§ **REQUIRED ACTION**:
For the entries below, the result should be an exact transcription of the lines from the one with "array or scalar" up to and including the one with "def inputs_hash(params) ->", and only those.

(Beginning of AVAILABLE DATA)

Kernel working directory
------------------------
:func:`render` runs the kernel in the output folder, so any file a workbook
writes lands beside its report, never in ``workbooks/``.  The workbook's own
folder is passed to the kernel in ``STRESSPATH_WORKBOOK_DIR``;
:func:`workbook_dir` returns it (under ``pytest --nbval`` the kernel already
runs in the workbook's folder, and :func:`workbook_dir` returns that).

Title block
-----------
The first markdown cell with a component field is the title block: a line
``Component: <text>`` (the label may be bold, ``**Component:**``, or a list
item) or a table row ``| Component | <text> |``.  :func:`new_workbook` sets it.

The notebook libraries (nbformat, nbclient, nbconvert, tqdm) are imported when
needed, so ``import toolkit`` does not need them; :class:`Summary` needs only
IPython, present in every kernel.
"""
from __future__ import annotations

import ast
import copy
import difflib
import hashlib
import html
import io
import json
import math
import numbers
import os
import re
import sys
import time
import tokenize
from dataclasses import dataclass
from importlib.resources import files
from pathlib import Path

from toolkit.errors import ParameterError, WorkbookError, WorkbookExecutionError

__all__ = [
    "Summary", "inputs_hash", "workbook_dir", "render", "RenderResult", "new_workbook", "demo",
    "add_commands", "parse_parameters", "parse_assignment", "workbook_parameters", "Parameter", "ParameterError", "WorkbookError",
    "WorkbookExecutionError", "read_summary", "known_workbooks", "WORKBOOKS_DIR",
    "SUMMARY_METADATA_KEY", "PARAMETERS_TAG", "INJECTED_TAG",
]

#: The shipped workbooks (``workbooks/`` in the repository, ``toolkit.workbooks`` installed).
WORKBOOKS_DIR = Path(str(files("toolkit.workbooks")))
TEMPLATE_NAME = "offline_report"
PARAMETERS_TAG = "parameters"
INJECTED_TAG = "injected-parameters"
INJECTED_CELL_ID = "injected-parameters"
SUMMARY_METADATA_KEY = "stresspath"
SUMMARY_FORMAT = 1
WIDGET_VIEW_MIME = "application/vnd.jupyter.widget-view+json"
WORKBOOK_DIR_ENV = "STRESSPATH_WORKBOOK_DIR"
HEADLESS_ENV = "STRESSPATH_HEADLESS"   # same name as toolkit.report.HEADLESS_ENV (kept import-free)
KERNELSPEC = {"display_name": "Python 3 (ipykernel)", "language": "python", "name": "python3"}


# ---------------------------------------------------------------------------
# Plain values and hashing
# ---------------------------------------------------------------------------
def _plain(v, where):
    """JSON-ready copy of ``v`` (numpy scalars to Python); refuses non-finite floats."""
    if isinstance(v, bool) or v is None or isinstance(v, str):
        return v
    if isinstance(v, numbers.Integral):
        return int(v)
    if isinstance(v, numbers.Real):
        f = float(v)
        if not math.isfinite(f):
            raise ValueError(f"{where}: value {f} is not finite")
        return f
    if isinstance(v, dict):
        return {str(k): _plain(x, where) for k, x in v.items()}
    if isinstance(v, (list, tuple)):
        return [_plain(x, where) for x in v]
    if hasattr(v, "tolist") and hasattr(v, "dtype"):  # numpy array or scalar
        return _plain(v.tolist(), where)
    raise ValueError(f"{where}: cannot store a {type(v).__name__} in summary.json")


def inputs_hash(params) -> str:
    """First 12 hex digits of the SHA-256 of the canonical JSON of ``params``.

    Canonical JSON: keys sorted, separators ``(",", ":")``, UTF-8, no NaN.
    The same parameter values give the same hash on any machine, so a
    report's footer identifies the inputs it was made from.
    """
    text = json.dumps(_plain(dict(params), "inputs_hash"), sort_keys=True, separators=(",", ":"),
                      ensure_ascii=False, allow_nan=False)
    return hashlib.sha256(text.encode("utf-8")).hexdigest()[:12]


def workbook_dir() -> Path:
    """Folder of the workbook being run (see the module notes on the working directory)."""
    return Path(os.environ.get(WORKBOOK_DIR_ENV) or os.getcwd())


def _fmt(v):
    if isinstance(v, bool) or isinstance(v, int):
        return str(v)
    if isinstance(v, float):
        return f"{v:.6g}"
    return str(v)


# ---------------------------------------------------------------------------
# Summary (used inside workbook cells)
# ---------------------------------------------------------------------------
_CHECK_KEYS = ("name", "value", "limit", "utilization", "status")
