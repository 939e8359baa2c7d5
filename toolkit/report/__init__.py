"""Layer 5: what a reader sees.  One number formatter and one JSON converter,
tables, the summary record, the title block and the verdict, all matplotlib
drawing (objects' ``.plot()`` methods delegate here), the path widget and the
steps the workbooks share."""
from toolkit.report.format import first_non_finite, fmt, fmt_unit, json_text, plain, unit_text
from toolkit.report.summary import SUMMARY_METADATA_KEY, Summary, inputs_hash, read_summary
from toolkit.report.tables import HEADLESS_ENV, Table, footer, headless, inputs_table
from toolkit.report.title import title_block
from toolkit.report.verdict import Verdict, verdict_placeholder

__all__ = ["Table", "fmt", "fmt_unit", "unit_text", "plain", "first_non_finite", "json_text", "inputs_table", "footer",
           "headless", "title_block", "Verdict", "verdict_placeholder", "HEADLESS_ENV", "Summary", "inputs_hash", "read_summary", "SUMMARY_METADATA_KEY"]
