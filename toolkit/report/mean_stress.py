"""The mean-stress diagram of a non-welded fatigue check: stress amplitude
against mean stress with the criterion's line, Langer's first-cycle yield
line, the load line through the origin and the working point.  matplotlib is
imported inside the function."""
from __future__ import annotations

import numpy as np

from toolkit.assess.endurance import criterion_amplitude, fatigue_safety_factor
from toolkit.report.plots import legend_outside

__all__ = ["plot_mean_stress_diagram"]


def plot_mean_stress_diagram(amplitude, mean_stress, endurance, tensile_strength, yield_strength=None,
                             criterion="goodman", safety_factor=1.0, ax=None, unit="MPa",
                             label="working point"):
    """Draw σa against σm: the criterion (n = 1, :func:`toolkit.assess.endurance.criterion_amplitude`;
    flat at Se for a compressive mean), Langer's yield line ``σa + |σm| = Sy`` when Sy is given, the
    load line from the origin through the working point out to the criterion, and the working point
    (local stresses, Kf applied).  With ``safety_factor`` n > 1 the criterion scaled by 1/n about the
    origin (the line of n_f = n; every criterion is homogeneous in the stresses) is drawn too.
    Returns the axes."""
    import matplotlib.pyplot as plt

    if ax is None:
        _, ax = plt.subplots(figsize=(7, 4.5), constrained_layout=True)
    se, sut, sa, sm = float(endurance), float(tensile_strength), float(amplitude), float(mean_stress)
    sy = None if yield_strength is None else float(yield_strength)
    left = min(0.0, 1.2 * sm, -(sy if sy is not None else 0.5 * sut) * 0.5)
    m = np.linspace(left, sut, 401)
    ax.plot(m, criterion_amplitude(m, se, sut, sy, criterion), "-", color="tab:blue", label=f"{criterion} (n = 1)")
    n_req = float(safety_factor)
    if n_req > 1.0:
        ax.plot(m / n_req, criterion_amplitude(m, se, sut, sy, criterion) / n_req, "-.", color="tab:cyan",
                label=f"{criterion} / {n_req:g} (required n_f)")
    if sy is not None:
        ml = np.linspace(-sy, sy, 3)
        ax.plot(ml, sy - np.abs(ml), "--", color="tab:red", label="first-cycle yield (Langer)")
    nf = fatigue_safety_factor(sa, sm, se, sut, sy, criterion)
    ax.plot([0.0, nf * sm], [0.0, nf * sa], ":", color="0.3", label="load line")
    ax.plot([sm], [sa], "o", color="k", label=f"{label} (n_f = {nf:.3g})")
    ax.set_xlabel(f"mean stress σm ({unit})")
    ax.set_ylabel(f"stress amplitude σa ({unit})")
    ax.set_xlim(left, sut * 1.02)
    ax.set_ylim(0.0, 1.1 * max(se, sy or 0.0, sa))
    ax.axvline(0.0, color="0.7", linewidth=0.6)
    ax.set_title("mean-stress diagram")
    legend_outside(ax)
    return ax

(End of AVAILABLE DATA)
(Beginning of AVAILABLE DATA)

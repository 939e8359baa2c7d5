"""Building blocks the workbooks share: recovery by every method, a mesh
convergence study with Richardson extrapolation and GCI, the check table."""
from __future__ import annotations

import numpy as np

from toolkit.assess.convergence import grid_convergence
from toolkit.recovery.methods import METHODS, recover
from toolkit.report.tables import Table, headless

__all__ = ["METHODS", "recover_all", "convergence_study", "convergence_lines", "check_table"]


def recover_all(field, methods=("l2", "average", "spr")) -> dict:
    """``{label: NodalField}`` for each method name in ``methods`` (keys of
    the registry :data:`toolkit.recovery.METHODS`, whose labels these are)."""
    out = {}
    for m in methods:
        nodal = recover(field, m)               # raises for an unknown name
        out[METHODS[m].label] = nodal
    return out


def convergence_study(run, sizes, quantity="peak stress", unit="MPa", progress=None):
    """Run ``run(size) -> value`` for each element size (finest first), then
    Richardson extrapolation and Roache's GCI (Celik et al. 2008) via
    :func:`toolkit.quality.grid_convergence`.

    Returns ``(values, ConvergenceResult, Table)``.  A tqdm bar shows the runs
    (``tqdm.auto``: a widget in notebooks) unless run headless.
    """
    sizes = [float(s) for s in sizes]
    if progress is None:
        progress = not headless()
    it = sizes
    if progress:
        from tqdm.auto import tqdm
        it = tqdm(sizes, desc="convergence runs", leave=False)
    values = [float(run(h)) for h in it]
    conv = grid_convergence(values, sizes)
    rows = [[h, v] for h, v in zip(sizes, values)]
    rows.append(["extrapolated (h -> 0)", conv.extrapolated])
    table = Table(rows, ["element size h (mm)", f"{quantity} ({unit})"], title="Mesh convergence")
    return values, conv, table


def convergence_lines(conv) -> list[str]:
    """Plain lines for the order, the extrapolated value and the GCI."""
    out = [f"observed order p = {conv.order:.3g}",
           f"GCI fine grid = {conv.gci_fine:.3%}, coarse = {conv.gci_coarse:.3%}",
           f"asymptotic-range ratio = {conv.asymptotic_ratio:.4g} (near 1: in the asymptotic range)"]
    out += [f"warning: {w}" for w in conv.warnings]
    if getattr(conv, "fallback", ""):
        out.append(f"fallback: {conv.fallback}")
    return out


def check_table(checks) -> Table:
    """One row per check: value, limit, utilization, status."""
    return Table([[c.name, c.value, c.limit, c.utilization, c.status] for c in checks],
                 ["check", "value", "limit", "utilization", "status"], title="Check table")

(End of AVAILABLE DATA)
(Beginning of AVAILABLE DATA)

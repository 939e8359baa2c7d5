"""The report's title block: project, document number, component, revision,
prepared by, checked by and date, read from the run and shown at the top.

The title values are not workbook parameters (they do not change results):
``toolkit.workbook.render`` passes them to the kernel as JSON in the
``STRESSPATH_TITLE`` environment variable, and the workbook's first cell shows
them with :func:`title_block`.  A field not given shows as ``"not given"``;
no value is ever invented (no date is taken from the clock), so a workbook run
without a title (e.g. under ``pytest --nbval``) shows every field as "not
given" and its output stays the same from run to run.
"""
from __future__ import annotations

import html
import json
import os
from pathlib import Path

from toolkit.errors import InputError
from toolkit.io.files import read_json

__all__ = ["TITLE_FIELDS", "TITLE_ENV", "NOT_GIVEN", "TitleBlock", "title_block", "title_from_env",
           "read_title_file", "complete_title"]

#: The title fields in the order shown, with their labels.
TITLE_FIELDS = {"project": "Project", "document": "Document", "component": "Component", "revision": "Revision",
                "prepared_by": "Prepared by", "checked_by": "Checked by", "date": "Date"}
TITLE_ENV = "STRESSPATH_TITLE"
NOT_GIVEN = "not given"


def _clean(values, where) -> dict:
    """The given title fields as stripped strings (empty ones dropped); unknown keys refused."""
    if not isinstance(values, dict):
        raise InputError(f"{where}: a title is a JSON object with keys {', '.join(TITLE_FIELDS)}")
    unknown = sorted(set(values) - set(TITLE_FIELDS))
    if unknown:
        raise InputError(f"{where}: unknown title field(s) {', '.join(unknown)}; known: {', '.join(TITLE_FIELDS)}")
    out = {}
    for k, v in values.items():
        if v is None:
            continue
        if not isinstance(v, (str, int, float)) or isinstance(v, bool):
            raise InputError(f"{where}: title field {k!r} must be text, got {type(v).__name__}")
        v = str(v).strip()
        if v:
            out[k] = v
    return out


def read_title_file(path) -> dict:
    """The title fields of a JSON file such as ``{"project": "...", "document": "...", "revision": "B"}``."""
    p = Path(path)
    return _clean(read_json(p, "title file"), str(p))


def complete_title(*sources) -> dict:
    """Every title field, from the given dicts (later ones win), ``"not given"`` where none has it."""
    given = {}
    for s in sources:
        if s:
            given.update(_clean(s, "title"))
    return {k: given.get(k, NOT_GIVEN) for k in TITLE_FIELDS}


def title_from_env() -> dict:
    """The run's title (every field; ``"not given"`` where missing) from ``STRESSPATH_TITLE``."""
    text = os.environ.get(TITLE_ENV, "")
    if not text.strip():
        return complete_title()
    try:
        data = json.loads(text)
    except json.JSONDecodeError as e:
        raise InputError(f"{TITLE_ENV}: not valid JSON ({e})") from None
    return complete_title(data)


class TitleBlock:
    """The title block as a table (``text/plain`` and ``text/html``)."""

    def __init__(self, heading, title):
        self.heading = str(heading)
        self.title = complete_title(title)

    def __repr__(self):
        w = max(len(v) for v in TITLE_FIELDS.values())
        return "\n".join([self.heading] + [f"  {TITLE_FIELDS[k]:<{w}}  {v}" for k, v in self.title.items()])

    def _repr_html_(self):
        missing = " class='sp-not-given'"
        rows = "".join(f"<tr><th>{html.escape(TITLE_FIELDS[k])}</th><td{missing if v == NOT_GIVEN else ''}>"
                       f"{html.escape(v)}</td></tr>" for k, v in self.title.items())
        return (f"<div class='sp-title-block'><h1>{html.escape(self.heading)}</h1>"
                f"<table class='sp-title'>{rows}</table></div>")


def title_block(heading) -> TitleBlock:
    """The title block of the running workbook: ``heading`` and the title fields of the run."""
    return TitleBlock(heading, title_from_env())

(End of AVAILABLE DATA)

§ **SOLUTION TO THIS EXERCISE**:
    if hasattr(v, "tolist") and hasattr(v, "dtype"):  # numpy array or scalar
        return _plain(v.tolist(), where)
    raise ValueError(f"{where}: cannot store a {type(v).__name__} in summary.json")


def inputs_hash(params) -> str:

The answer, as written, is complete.